> PROBLEM TO SOLVE
All entries shown below must be given again word for word.

GIVEN INFORMATION Start Marker

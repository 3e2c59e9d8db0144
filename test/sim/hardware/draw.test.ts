import fc from 'fast-check';
import { expect, test } from 'vitest';
import { drawUnit, nominalUnit } from '../../../sim/hardware/draw.ts';
import { standCoupling, standProbe } from './stand.ts';

function tolerantProbe() {
  const probe = standProbe();
  probe.core.gap_mm = { nominal: 2, tolerance: 0.1 };
  probe.amplifier.gain = { nominal: -1.5, tolerance: 0.03 };
  probe.sensor.rest_V = { nominal: 2.5, tolerance: 0.02 };
  return probe;
}

test('trial 0 has nominal parts', () => {
  const unit = drawUnit(tolerantProbe(), 3, 0);
  expect(unit).toEqual(nominalUnit(tolerantProbe()));
  expect(unit.core.gap_mm).toBe(2);
  expect(unit.supply_V).toBe(5);
  expect(unit.sensor.bias).toBe('steady');
  expect(unit.thermometer).toBe(null);
});

test('a drawn part stays within its tolerance, a part without tolerance is nominal', () => {
  fc.assert(fc.property(fc.integer(), fc.integer({ min: 1, max: 1e9 }), (seed, trial) => {
    const unit = drawUnit(tolerantProbe(), seed, trial);
    expect(Math.abs(unit.core.gap_mm - 2)).toBeLessThanOrEqual(0.1);
    expect(Math.abs(unit.amplifier.gain + 1.5)).toBeLessThanOrEqual(0.03);
    expect(unit.core.path_mm).toBe(80);
    expect(drawUnit(tolerantProbe(), seed, trial)).toEqual(unit);
  }));
});

test('parts are uniform: mean 0 and variance 1/3 of the tolerance squared', () => {
  const n = 4000;
  const parts = Array.from({ length: n }, (_, i) => (drawUnit(tolerantProbe(), 11, i + 1).core.gap_mm - 2) / 0.1);
  // uniform on +-1: variance 1/3, fourth moment 1/5, so the squares have variance 1/5 - 1/9; five standard errors
  const mean = parts.reduce((sum, x) => sum + x, 0) / n;
  const square = parts.reduce((sum, x) => sum + x * x, 0) / n;
  expect(Math.abs(mean)).toBeLessThan(5 * Math.sqrt(1 / 3 / n));
  expect(Math.abs(square - 1 / 3)).toBeLessThan(5 * Math.sqrt((1 / 5 - 1 / 9) / n));
});

test('a tolerance on one part leaves every other part as it was', () => {
  const before = drawUnit(tolerantProbe(), 3, 8);
  const probe = tolerantProbe();
  probe.core.permeability = { nominal: 2200, tolerance: 500 };
  probe.supply_V = { nominal: 5, tolerance: 0.25 };
  const after = drawUnit(probe, 3, 8);
  expect(after.core.permeability).not.toBe(2200);
  expect(after.supply_V).not.toBe(5);
  expect({ ...after, supply_V: 5, core: { ...after.core, permeability: 2200 } }).toEqual(before);
});

test('the leads are drawn like other parts; the gap at the joint is left to the closings of the jaw', () => {
  const probe = standProbe();
  probe.coupling = { ...standCoupling(), loop_mm2: { nominal: 5, tolerance: 2 } };
  probe.core.jointGap_um = { nominal: 40, tolerance: 20 };
  const units = Array.from({ length: 50 }, (_, i) => drawUnit(probe, 1, i + 1));
  const areas = units.map((unit) => unit.coupling!.loop_mm2);
  expect(new Set(areas).size).toBe(50);
  for (const area of areas) expect(Math.abs(area - 5)).toBeLessThanOrEqual(2);
  for (const unit of units) expect(unit.core.jointGap_um).toBe(40);
});

test('parts deviate independently of each other', () => {
  const n = 4000;
  let product = 0;
  for (let trial = 1; trial <= n; trial++) {
    const unit = drawUnit(tolerantProbe(), 11, trial);
    product += ((unit.core.gap_mm - 2) / 0.1) * ((unit.sensor.rest_V - 2.5) / 0.02);
  }
  // a product of two uniform parts has mean 0 and variance 1/9; five standard errors
  expect(Math.abs(product / n)).toBeLessThan(5 / 3 / Math.sqrt(n));
});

GIVEN INFORMATION End Marker

> RESPONSE BOX
repository 3e2c59e9d8db0144
filename test/sim/hardware/draw.test.ts
import fc from 'fast-check';
import { expect, test } from 'vitest';
import { drawUnit, nominalUnit } from '../../../sim/hardware/draw.ts';
import { standCoupling, standProbe } from './stand.ts';

function tolerantProbe() {
  const probe = standProbe();
  probe.core.gap_mm = { nominal: 2, tolerance: 0.1 };
  probe.amplifier.gain = { nominal: -1.5, tolerance: 0.03 };
  probe.sensor.rest_V = { nominal: 2.5, tolerance: 0.02 };
  return probe;
}

test('trial 0 has nominal parts', () => {
  const unit = drawUnit(tolerantProbe(), 3, 0);
  expect(unit).toEqual(nominalUnit(tolerantProbe()));
  expect(unit.core.gap_mm).toBe(2);
  expect(unit.supply_V).toBe(5);
  expect(unit.sensor.bias).toBe('steady');
  expect(unit.thermometer).toBe(null);
});

test('a drawn part stays within its tolerance, a part without tolerance is nominal', () => {
  fc.assert(fc.property(fc.integer(), fc.integer({ min: 1, max: 1e9 }), (seed, trial) => {
    const unit = drawUnit(tolerantProbe(), seed, trial);
    expect(Math.abs(unit.core.gap_mm - 2)).toBeLessThanOrEqual(0.1);
    expect(Math.abs(unit.amplifier.gain + 1.5)).toBeLessThanOrEqual(0.03);
    expect(unit.core.path_mm).toBe(80);
    expect(drawUnit(tolerantProbe(), seed, trial)).toEqual(unit);
  }));
});

test('parts are uniform: mean 0 and variance 1/3 of the tolerance squared', () => {
  const n = 4000;
  const parts = Array.from({ length: n }, (_, i) => (drawUnit(tolerantProbe(), 11, i + 1).core.gap_mm - 2) / 0.1);
  // uniform on +-1: variance 1/3, fourth moment 1/5, so the squares have variance 1/5 - 1/9; five standard errors
  const mean = parts.reduce((sum, x) => sum + x, 0) / n;
  const square = parts.reduce((sum, x) => sum + x * x, 0) / n;
  expect(Math.abs(mean)).toBeLessThan(5 * Math.sqrt(1 / 3 / n));
  expect(Math.abs(square - 1 / 3)).toBeLessThan(5 * Math.sqrt((1 / 5 - 1 / 9) / n));
});

test('a tolerance on one part leaves every other part as it was', () => {
  const before = drawUnit(tolerantProbe(), 3, 8);
  const probe = tolerantProbe();
  probe.core.permeability = { nominal: 2200, tolerance: 500 };
  probe.supply_V = { nominal: 5, tolerance: 0.25 };
  const after = drawUnit(probe, 3, 8);
  expect(after.core.permeability).not.toBe(2200);
  expect(after.supply_V).not.toBe(5);
  expect({ ...after, supply_V: 5, core: { ...after.core, permeability: 2200 } }).toEqual(before);
});

test('the leads are drawn like other parts; the gap at the joint is left to the closings of the jaw', () => {
  const probe = standProbe();
  probe.coupling = { ...standCoupling(), loop_mm2: { nominal: 5, tolerance: 2 } };
  probe.core.jointGap_um = { nominal: 40, tolerance: 20 };
  const units = Array.from({ length: 50 }, (_, i) => drawUnit(probe, 1, i + 1));
  const areas = units.map((unit) => unit.coupling!.loop_mm2);
  expect(new Set(areas).size).toBe(50);
  for (const area of areas) expect(Math.abs(area - 5)).toBeLessThanOrEqual(2);
  for (const unit of units) expect(unit.core.jointGap_um).toBe(40);
});

test('parts deviate independently of each other', () => {
  const n = 4000;
  let product = 0;
  for (let trial = 1; trial <= n; trial++) {
    const unit = drawUnit(tolerantProbe(), 11, trial);
    product += ((unit.core.gap_mm - 2) / 0.1) * ((unit.sensor.rest_V - 2.5) / 0.02);
  }
  // a product of two uniform parts has mean 0 and variance 1/9; five standard errors
  expect(Math.abs(product / n)).toBeLessThan(5 / 3 / Math.sqrt(n));
});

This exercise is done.